*Work to complete*.
Scan the entries for the word "setColor", and copy every line where it appears.
━━━ Provided information ━━━
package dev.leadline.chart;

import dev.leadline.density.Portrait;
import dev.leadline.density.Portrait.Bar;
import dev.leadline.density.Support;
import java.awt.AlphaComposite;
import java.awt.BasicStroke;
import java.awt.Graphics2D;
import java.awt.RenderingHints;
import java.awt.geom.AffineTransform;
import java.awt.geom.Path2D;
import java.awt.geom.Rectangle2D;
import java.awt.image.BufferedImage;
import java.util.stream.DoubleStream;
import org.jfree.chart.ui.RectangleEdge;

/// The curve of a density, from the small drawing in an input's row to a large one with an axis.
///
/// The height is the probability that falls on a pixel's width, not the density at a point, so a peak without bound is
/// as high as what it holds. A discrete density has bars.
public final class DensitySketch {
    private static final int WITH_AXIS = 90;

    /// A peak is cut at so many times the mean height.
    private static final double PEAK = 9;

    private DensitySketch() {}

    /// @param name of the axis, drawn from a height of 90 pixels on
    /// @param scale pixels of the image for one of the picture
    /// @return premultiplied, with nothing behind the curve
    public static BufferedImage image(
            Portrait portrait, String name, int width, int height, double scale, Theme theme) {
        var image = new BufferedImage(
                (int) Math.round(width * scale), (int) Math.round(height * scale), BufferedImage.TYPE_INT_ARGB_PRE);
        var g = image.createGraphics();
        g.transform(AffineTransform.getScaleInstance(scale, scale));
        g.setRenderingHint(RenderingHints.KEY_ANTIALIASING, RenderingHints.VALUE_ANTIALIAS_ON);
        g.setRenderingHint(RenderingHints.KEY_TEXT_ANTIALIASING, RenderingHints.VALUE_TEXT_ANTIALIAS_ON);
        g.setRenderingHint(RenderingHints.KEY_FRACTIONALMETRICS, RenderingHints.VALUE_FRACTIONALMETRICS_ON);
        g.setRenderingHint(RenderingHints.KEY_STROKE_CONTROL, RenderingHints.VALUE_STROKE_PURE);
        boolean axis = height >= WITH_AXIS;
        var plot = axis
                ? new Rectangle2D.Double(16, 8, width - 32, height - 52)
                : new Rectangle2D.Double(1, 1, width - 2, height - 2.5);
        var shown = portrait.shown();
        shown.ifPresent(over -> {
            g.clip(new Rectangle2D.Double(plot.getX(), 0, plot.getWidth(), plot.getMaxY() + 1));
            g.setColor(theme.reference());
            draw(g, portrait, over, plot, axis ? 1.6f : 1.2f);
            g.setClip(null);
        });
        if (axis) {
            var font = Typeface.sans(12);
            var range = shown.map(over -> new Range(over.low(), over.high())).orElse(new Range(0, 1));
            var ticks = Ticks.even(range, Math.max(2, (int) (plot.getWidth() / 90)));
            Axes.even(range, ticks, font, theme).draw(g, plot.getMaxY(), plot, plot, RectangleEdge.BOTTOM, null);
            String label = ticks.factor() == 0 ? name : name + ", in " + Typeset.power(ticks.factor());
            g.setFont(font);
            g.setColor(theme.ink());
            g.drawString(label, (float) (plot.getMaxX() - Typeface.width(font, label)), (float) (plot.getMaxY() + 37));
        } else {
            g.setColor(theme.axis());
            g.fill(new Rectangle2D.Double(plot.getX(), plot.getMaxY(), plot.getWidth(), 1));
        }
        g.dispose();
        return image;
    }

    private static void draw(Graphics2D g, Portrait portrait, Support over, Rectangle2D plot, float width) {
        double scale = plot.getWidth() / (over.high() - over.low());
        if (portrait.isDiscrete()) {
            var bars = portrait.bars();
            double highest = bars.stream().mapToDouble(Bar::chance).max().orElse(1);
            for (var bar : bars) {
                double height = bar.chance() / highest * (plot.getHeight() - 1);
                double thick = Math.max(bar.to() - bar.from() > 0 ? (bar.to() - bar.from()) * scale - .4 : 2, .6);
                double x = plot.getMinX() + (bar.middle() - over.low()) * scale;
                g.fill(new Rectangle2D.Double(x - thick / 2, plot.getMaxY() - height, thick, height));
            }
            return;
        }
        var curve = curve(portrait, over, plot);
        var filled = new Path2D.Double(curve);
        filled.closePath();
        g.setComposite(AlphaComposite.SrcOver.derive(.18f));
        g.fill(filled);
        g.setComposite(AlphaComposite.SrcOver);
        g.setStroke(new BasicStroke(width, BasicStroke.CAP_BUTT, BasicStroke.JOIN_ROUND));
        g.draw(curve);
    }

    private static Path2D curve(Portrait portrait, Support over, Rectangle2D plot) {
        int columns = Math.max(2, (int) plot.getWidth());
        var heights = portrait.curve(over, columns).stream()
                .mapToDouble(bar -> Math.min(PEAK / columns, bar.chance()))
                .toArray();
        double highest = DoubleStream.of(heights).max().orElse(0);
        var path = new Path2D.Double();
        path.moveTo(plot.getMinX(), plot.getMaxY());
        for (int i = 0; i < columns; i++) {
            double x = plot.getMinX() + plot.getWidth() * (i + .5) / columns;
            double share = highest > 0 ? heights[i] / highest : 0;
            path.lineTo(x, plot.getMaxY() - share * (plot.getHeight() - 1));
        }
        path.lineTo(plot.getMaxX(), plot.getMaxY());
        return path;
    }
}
━━━
*Expected output*.
            g.setColor(theme.reference());
            g.setColor(theme.ink());
            g.setColor(theme.axis());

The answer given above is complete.